These i3’s can really be made to scream…. or so I’d heard.
After doing a little preliminary research on this chip (and the Intel chipsets it runs on), I decided to give it a go. From what I’d gathered, overclocking these things should be pretty simple. Unfortunately, the integrated memory controller gave me huge issues where I’d fail Prime95 even at sub-4.0Ghz settings.
Eventually I got to 4.18Ghz stable. Settings that varied from default were as follows:
- All power saving stuff turned off (CPU Enhanced Halt, C3/C6/C7 State Support, CPU EIST Function)
- CPU Clock Ratio : 22 X
- QPI Clock Ratio : Auto
- BCLK Frequency : 182
- Extreme Memory Profile (X.M.P.) : Profile1
- System Memory Multiplier (SPD) : 8.0
- CPU Vcore : 1.30 V (later reduced to 1.25 V)
- QPI/VLL Voltage : 1.29 V (later reduced to 1.21 V)
- DRAM Voltage : 1.64 V
- DRAM Termination : 0.78 V
- Ch-A Data VRef. : 0.78 V
- Ch-B Data VRef. : 0.78 V
- Ch-A Address VRef. : 0.78 V
- Ch-B Address VRef. : 0.78 V
So how did I arrive at those? As I mentioned earlier, Prime95 was failing very quickly regardless of the changes in CPU/QPI/BCLK settings and CPU/QPI voltages. Eventually I got fed up and figured I’d use a high CPU&QPI&DRAM voltage and crank all the rest of the voltages up one notch. It actually worked!
Of course the problem was that my temps were through the roof. They hit 105* almost instantly during Prime95 which is not only worrisome in terms of heat, but also starts throttling the CPU. I backed off the PCH Core and CPU PLL to auto and left all the ram settings. Temps dropped a lot with just those 2 returned to normal. The max temperature I hit with Prime95 in an hour was 102* for a moment.
Still, that temperature’s still high, which is why I dropped the CPU to 1.25 and QPI to 1.21. That shaved off another 11 degrees.
I should note at this point, that these high temps weren’t with the dinky heatsink/cooler that comes with the i3 – I had an i7 stock heatsink that I modified with a dremel to fit (incidentally if you mod the i7 (1366 variant) sink to fit the i3 (1156) socket, you’ll lose out on a ram slot because of the size).
Again I’ll note that the computer was pretty stable at this point despite the high temperatures. No crashes, Prime95 didn’t throw any errors for the 2 hours I ran it, and OCCT didn’t throw any errors during it’s run.
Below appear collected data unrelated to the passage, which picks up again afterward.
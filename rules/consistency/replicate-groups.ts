import type { Conditions, Reading } from '../record';

/** Readings of one quantity that differ in nothing but the specimen. */
export function replicateGroups(readings: readonly Reading[]): Reading[][] {
  const groups = new Map<string, Reading[]>();
  for (const reading of readings) {
    const { specimen, ...others } = reading.at;
    if (specimen === undefined) continue;
    const key = conditionsKey(others);
    const group = groups.get(key);
    if (group) group.push(reading);
    else groups.set(key, [reading]);
  }
  return [...groups.values()];
}

/** The same for the same conditions, in whatever order they were stated. */
export function conditionsKey(at: Conditions): string {
  return JSON.stringify(Object.entries(at).toSorted(([a], [b]) => (a < b ? -1 : 1)));
}

/** Whole percentages and round numbers agree by chance: fewer than three significant digits say nothing. */
export function hasManyDigits({ value, source }: Reading): boolean {
  const digits = (source?.text ?? String(value)).replace(/[^0-9]/g, '').replace(/^0+/, '');
  return digits.length >= 3;
}
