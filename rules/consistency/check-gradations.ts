import { nominalMaximumSize, shareClosurePercent } from '../calculations/gradation';
import { formatDecimals } from '../numerics/round';
import { sieveLabel } from '../quantities/sieves';
import type { Conditions, Reading } from '../record';
import { numberWords } from '../rule-sets/words';
import {
  type ConsistencyInput,
  type ConsistencyObservation,
  computedValues,
  knownReading,
  knownValue,
  placeOf,
  subjectOf,
} from './consistency-observation';

/** Gradations that rise, shares that do not close, a blend that is not what its stockpiles make. */
export function checkGradations(input: ConsistencyInput): ConsistencyObservation[] {
  return [
    ...risingGradations(input),
    ...openShares(input),
    ...differingBlend(input),
    ...differingSize(input),
    ...facesOutOfOrder(input),
  ];
}

const passing = 'percent-passing';

function risingGradations({ index }: ConsistencyInput): ConsistencyObservation[] {
  const gradations = grouped(index.all(passing), ({ trial, blend, stockpile, specimen, variant }) =>
    JSON.stringify([trial, blend, stockpile, specimen, variant]),
  );
  return gradations.flatMap((readings) => {
    const ordered = readings
      .filter(({ at }) => at.sieve !== undefined)
      .toSorted((a, b) => b.at.sieve! - a.at.sieve!);
    const rises = ordered.flatMap((finer, place) => {
      const coarser = ordered[place - 1];
      return coarser && finer.value! > coarser.value! && finer.at.sieve !== coarser.at.sieve
        ? [{ coarser, finer }]
        : [];
    });
    const [worst] = rises.toSorted((a, b) => rise(b) - rise(a));
    if (!worst) return [];
    const { sieve: _sieve, ...at } = worst.finer.at;
    return {
      name: 'gradation-rises',
      subject: subjectOf(passing, at),
      severity: 'required' as const,
      outcome: 'fail' as const,
      observed: worst.finer.value,
      limit: { min: null, max: worst.coarser.value },
      unit: '%',
      sentence: `Percent passing${placeOf(at)} rises from ${worst.coarser.value} at ${sieveLabel(worst.coarser.at.sieve!)} to ${worst.finer.value} at ${sieveLabel(worst.finer.at.sieve!)}.`,
      reason: 'What stays on a sieve cannot pass the next smaller one.',
      evidence: rises.flatMap(({ coarser, finer }) => [
        knownReading(coarser).evidence,
        knownReading(finer).evidence,
      ]),
      quantity: passing,
      at,
    };
  });
}

function rise({ coarser, finer }: { coarser: Reading; finer: Reading }): number {
  return finer.value! - coarser.value!;
}

function openShares({ index }: ConsistencyInput): ConsistencyObservation[] {
  const blends = grouped(
    index.all('stockpile-share').filter(({ at }) => at.stockpile !== undefined),
    ({ trial, blend }) => JSON.stringify([trial, blend]),
  );
  return blends.flatMap((readings) => {
    const total = Number(readings.reduce((sum, { value }) => sum + value!, 0).toPrecision(12));
    const off = Math.abs(total - 100);
    if (off < 1e-9) return [];
    const { stockpile: _stockpile, ...at } = readings[0]!.at;
    return {
      name: 'shares-not-100',
      subject: `stockpile shares${placeOf(at)}`,
      severity: off > shareClosurePercent + 1e-9 ? ('required' as const) : ('advisory' as const),
      outcome: 'fail' as const,
      observed: total,
      limit: { min: 100 - shareClosurePercent, max: 100 + shareClosurePercent },
      unit: '%',
      sentence: `The stockpile shares${placeOf(at)} sum to ${numberWords(total)} %, not 100.`,
      reason:
        'A stockpile is missing or a share is wrong; the blend is not recomputed from shares that do not close.',
      evidence: readings.map((reading) => knownReading(reading).evidence),
      quantity: 'stockpile-share',
      at,
    };
  });
}

/** One finding a blend: the sieve that is farthest off stands for all that differ. */
function differingBlend(input: ConsistencyInput): ConsistencyObservation[] {
  const differing = computedValues(input, passing).filter(
    ({ agrees, at }) => agrees === false && at.stockpile === undefined,
  );
  const blends = grouped(differing, ({ blend, trial }) => JSON.stringify([blend, trial]));
  return blends.map((values) => {
    const [worst] = values.toSorted((a, b) => difference(b) - difference(a));
    const { value, reported, tolerance, at } = worst!;
    const { sieve, ...place } = at;
    return {
      name: 'blend-differs-from-stockpiles',
      subject: subjectOf(passing, place),
      severity: 'advisory' as const,
      outcome: 'fail' as const,
      observed: reported!.value,
      limit: { min: value - tolerance!, max: value + tolerance! },
      unit: '%',
      sentence: `The stated gradation has ${reported!.value} % passing ${sieveLabel(sieve!)}; the stockpiles at their shares make ${formatDecimals(value, 1)} %.`,
      reason: `${values.length === 1 ? 'One sieve differs' : `${values.length} sieves differ`} by more than rounding explains. The stated gradation is the one that is judged.`,
      evidence: values.map((each) => knownValue(each).evidence),
      quantity: passing,
      at: place,
    };
  });
}

function difference(value: { value: number; reported: Reading | null }): number {
  return Math.abs(value.value - (value.reported?.value ?? value.value));
}

function differingSize({ record, index }: ConsistencyInput): ConsistencyObservation[] {
  const attribute = record.attributes.nominalMaximumSize;
  if (typeof attribute?.value !== 'number') return [];
  const readings = index
    .ofTrial(passing, 'design')
    .filter(({ at }) => at.sieve !== undefined && at.stockpile === undefined && at.specimen === undefined);
  const size = nominalMaximumSize(
    readings.map(({ at, value }) => ({ openingMm: at.sieve!, passingPercent: value! })),
  );
  if (!size.ok || size.value === attribute.value) return [];
  return [
    {
      name: 'nominal-size-differs-from-gradation',
      subject: 'nominal maximum size',
      severity: 'advisory',
      outcome: 'fail',
      observed: attribute.value,
      limit: { min: size.value, max: size.value },
      unit: 'mm',
      sentence: `The nominal maximum size is stated as ${attribute.value} mm; the job-mix gradation makes it ${size.value} mm.`,
      reason:
        'One sieve larger than the first that retains more than 10 percent (AASHTO M 323; from memory, verify). Limits are chosen by the stated size.',
      evidence: readings.map((reading) => knownReading(reading).evidence),
      quantity: passing,
      at: { trial: 'design' },
    },
  ];
}

/** A particle with two fractured faces has one. */
function facesOutOfOrder({ index }: ConsistencyInput): ConsistencyObservation[] {
  return index.all('coarse-aggregate-angularity-two-faces').flatMap((two) => {
    const one = index
      .all('coarse-aggregate-angularity-one-face')
      .find(
        ({ at }) =>
          at.stockpile === two.at.stockpile && at.trial === two.at.trial && at.specimen === two.at.specimen,
      );
    if (!one || two.value! <= one.value!) return [];
    return {
      name: 'two-faces-above-one-face',
      subject: subjectOf(two.quantity, two.at),
      severity: 'advisory' as const,
      outcome: 'fail' as const,
      observed: two.value,
      limit: { min: null, max: one.value },
      unit: '%',
      sentence: `Particles with two or more fractured faces${placeOf(two.at)} are ${two.value} %, more than the ${one.value} % with one or more.`,
      reason: 'Every particle with two fractured faces has one; the two may be swapped.',
      evidence: [two, one].map((reading) => knownReading(reading).evidence),
      quantity: two.quantity,
      at: two.at,
    };
  });
}

function grouped<T extends { at: Conditions }>(items: T[], keyOf: (at: Conditions) => string): T[][] {
  const groups = new Map<string, T[]>();
  for (const item of items) {
    const key = keyOf(item.at);
    const group = groups.get(key);
    if (group) group.push(item);
    else groups.set(key, [item]);
  }
  return [...groups.values()];
}
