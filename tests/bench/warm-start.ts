import { spawn } from 'node:child_process';
import { mkdtempSync, rmSync } from 'node:fs';
import os from 'node:os';
import path from 'node:path';

const port = 4188;

/** From the command to the first answer: once with nothing there but packages and build, then again. */
export async function benchStart(): Promise<string> {
  const directory = mkdtempSync(path.join(os.tmpdir(), 'clauseway-start-'));
  try {
    const first = await timeStart(directory);
    const warm = await timeStart(directory);
    return `start with packages and build there: first ${first.toFixed(1)} s with database and demo made, warm ${warm.toFixed(1)} s, target at most 2 warm`;
  } finally {
    rmSync(directory, { recursive: true, force: true });
  }
}

async function timeStart(directory: string): Promise<number> {
  const start = performance.now();
  const launcher = spawn(process.execPath, ['server/scripts/start.mjs'], {
    env: { ...process.env, PORT: String(port), CLAUSEWAY_DATA: directory },
    stdio: ['ignore', 'ignore', 'inherit'],
  });
  const ended = new Promise((resolve) => launcher.once('exit', resolve));
  try {
    for (;;) {
      const answered = await fetch(`http://127.0.0.1:${port}/api/ready`).then(
        (response) => response.ok,
        () => false,
      );
      if (answered) return (performance.now() - start) / 1000;
      if (launcher.exitCode !== null) throw new Error(`The launcher ended with ${launcher.exitCode}.`);
      await new Promise((resolve) => setTimeout(resolve, 50));
    }
  } finally {
    launcher.kill('SIGTERM');
    await ended;
  }
}
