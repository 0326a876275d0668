import { z } from 'zod';
import { conditionsSchema } from '../record';
import { intervalSchema, writtenNumberSchema } from './limit';

export const statisticSchema = z.enum([
  'mean',
  'each',
  'min',
  'max',
  'range',
  'standard-deviation',
  'trimmed-mean',
  'count',
  'percent-within-limits',
]);

export const whereSchema = z
  .strictObject({
    quantity: z.string(),
    at: conditionsSchema.default({}),
    min: intervalSchema.shape.min,
    max: intervalSchema.shape.max,
  })
  .refine((where) => where.min !== undefined || where.max !== undefined, {
    error: 'has neither min nor max',
    params: { fix: 'Give min, max or both.' },
  });

const whereField = { where: z.array(whereSchema).optional() };

export const readingMeasureSchema = z.strictObject({
  kind: z.literal('reading'),
  quantity: z.string(),
  at: conditionsSchema.default({}),
  statistic: statisticSchema.default('mean'),
  within: intervalSchema.optional(),
  minimumCount: z.number().int().positive().optional(),
  alsoEach: intervalSchema.optional(),
  ...whereField,
});

export const gradationMeasureSchema = z.strictObject({
  kind: z.literal('gradation'),
  at: conditionsSchema.default({}),
  table: z.string(),
  ...whereField,
});

export const creepComplianceMeasureSchema = z.strictObject({
  kind: z.literal('creep-compliance'),
  /** °C */
  temperature: z.number(),
  /** Loading time in s. */
  time: z.number().positive(),
  /** kPa; all levels pooled where left out. */
  stress: z.number().positive().optional(),
  source: z.enum(['measured', 'fitted', 'either']).default('either'),
  model: z.enum(['sigmoid', 'power', 'prony']).default('sigmoid'),
  extrapolationDecades: z.number().nonnegative().default(0),
  use: z.enum(['estimate', 'upper', 'lower']).optional(),
  confidence: z.number().gt(0).lt(1).default(0.95),
  ...whereField,
});

export const formulaMeasureSchema = z.strictObject({
  kind: z.literal('formula'),
  expression: z.string().min(1),
  at: conditionsSchema.default({}),
  unit: z.string().optional(),
  ...whereField,
});

export const differenceMeasureSchema = z.strictObject({
  kind: z.literal('difference'),
  quantity: z.string(),
  between: z.union([
    z.tuple([z.literal('contractor'), z.literal('agency')]),
    z.tuple([z.literal('reported'), z.literal('recomputed')]),
  ]),
  statistic: statisticSchema.default('mean'),
  ...whereField,
});

export const attributeMeasureSchema = z.strictObject({
  kind: z.literal('attribute'),
  attribute: z.string(),
  ...whereField,
});

export const documentMeasureSchema = z.strictObject({
  kind: z.literal('document'),
  type: z.string(),
  /** False: a stated document suffices. */
  enclosed: z.boolean().default(false),
  maximumAgeMonths: z.number().int().positive().optional(),
  on: z.union([z.enum(['submitted', 'letting']), z.iso.date()]).optional(),
  ...whereField,
});

export const measureSchema = z.discriminatedUnion('kind', [
  readingMeasureSchema,
  gradationMeasureSchema,
  creepComplianceMeasureSchema,
  formulaMeasureSchema,
  differenceMeasureSchema,
  attributeMeasureSchema,
  documentMeasureSchema,
]);

/** ± precision of a result: within it of the nearest limit a finding is borderline. */
export const precisionSchema = z.strictObject({
  value: writtenNumberSchema,
  source: z.string().nullable().optional(),
  origin: z.enum(['read', 'derived', 'memory', 'agency']).default('agency'),
});

export type Statistic = z.infer<typeof statisticSchema>;
export type Where = z.infer<typeof whereSchema>;
export type Measure = z.infer<typeof measureSchema>;
export type ReadingMeasure = z.infer<typeof readingMeasureSchema>;
export type GradationMeasure = z.infer<typeof gradationMeasureSchema>;
export type FormulaMeasure = z.infer<typeof formulaMeasureSchema>;
export type DifferenceMeasure = z.infer<typeof differenceMeasureSchema>;
export type AttributeMeasure = z.infer<typeof attributeMeasureSchema>;
export type DocumentMeasure = z.infer<typeof documentMeasureSchema>;
export type CreepComplianceMeasure = z.infer<typeof creepComplianceMeasureSchema>;
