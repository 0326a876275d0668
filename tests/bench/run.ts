import { readWorkbook } from '#rules/reading/interpret';
import { templateMapping } from '#rules/reading/template-mapping';
import { decodeWorkbook } from '#server/workbook/decode';
import { demoEdition, demoWorkbooks } from '#tests/workbooks/demo/write-demo-workbooks';
import { benchCreepFit } from './creep-fit';
import { benchFirstScreen } from './first-screen';
import { benchFullCheck, benchGrowth } from './full-check';
import { benchLighthouse } from './lighthouse';
import { benchUploadToFindings } from './upload-to-findings';
import { benchStart } from './warm-start';

const edition = demoEdition();
const [workbook] = await demoWorkbooks();
if (workbook === undefined) throw new Error('The demo has no workbook.');
const bytes = Buffer.from(workbook.bytes);
const decoded = await decodeWorkbook(bytes, workbook.name);
if (!decoded.ok) throw new Error(decoded.problem.detail);
const { record } = readWorkbook({
  grid: decoded.grid,
  mapping: templateMapping(edition),
  edition,
  answers: [],
});

console.log(await benchFullCheck(record, edition));
console.log(await benchGrowth(record, edition));
console.log(benchCreepFit());
console.log(await benchUploadToFindings(bytes, edition));
console.log(benchFirstScreen());
console.log(await benchStart());
console.log(await benchLighthouse());
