export {};

/** The factory of the parser alone: the package exports it without describing it. */
declare module 'mathjs/number' {
  export function createParse(parts: Record<string, unknown>): (text: string) => unknown;
}
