import { evaluate } from '#rules/engine/evaluate';
import type { CheckContext, MixRecord } from '#rules/record';
import type { ResolvedEdition } from '#rules/rule-sets/resolve';
import { bareRun } from './bare-run';
import { inTurn, told, WARM_UPS } from './measure';

const context: CheckContext = { submittedOn: '2026-03-09', lettingOn: '2026-01-14', facts: {} };
const RUNS = 40;
const RULES = 120;
const READINGS = 600;

/** A full check with evidence and seal against a bare run of the same conditions, 120 rules on 600 readings. */
export async function benchFullCheck(record: MixRecord, edition: ResolvedEdition): Promise<string> {
  const wide = withRules(edition, RULES);
  const long = withReadings(record, READINGS);
  const { first, second, ratio } = await inTurn(
    RUNS,
    freshCheck(long, wide, RUNS),
    bareRun(long, wide, context),
  );
  return `full check, ${wide.rules.length} rules on ${long.readings.length} readings: ${told(first)}; bare run of the same conditions: ${told(second)}; ratio ${ratio.toFixed(1)}, target at most 3`;
}

/** What a check costs with 10 and 100 times the readings, and with 10 and 100 times the rules. */
export async function benchGrowth(record: MixRecord, edition: ResolvedEdition): Promise<string> {
  const rows: string[] = [];
  for (const what of ['readings', 'rules'] as const) {
    const costs: number[] = [];
    for (const times of [1, 10, 100]) {
      const wide = withRules(edition, what === 'rules' ? RULES * times : RULES);
      const long = withReadings(record, what === 'readings' ? READINGS * times : READINGS);
      const runs = times === 100 ? 3 : 10;
      const { first } = await inTurn(runs, freshCheck(long, wide, runs), () => undefined);
      costs.push(first.medianMs);
    }
    const [one = 0, ten = 0, hundred = 0] = costs;
    rows.push(
      `full check with 1, 10, 100 times the ${what}: ${costs.map((cost) => `${cost.toFixed(1)} ms`).join(', ')}; ` +
        `from 10 to 100 times the cost grows ${(hundred / ten).toFixed(1)} times, from 1 to 10 times ${(ten / one).toFixed(1)} (10 is linear)`,
    );
  }
  return rows.join('\n');
}

/**
 * Every check is of a record that the engine has not met: nothing kept from the run before can help. The copies
 * are made before anything is measured.
 */
function freshCheck(record: MixRecord, edition: ResolvedEdition, runs: number): () => unknown {
  const records = Array.from({ length: runs + WARM_UPS }, () => structuredClone(record));
  return () => {
    const fresh = records.pop();
    if (fresh === undefined) throw new Error('More checks are run than records were made.');
    return evaluate(fresh, edition, context);
  };
}

function withRules(edition: ResolvedEdition, count: number): ResolvedEdition {
  const rules = [...edition.rules];
  for (let copy = 0; rules.length < count; copy += 1) {
    const rule = edition.rules[copy % edition.rules.length];
    if (rule === undefined) break;
    rules.push({ ...rule, id: `${rule.id}-${copy}` });
  }
  return { ...edition, rules };
}

/** Moduli at many temperatures and frequencies fill the record up: no rule of the edition reads them. */
function withReadings(record: MixRecord, count: number): MixRecord {
  const readings = [...record.readings];
  for (let place = 0; readings.length < count; place += 1) {
    const at = {
      trial: 'design',
      temperature: 4 + 16 * (place % 3),
      specimen: `${(Math.floor(place / 3) % 3) + 1}`,
      frequency: 1 + Math.floor(place / 9),
    };
    const value = 5000 + place;
    readings.push({ quantity: 'dynamic-modulus', value, unit: 'MPa', at, origin: 'measured', source: null });
  }
  return { ...record, readings };
}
Memtest86+ also came in clean for a pass.
At this point, I’m just doing a little bit of voltage tweaking to try and drop the temps a little more (and then maybe push for higher than 4.18Ghz).
For those who are trying to overclock the i3 and are running into problems, there are a few suggestions I’d make:
- Your QPI clock ratio will eventually have to be adjusted (assuming you’re bringing up the BCLK) to keep the QPI Link Speed at a sane level.
- I had massive issues if I left the Extreme Memory Profile (XMP) at it’s auto setting. If you’re having problems that might be attributed to the memory controller or RAM, either enable an XMP profile (if your RAM supports it), or manually adjust the RAM timings.
- Don’t go too high on any voltages. The i3/i5’s are prone to sudden death with no warning. They’ll pass your stress tests and die while you’re browsing the web (that’s what I mean by no warning).
- Your DRAM voltage shouldn’t be any more than +0.5 V over the QPI voltage, or your chip might fry. If you start cranking up the DRAM voltage, check to make sure you’re not exceeding this limit (you may have to bump up the QPI voltage to stay within range).
- QPI voltage can affect the BCLK you reach, and memory stability. CPU Vcore affects the processor speeds you hit. If you’re not sure which is limiting you (the QPI or the processor), drop the CPU Multiplier and see if you can get the BCLK higher (if it doesn’t go higher, you probably need more QPI)
Finally, just because my settings worked for me, doesn’t mean they’ll work for you. Be careful and gradual when changing settings, and research beforehand as to how high you can go. Overclocking brings risk of damage with it, and if you burn out your CPU, your warranty won’t cover it. Keep that in mind, and overclock at your own risk.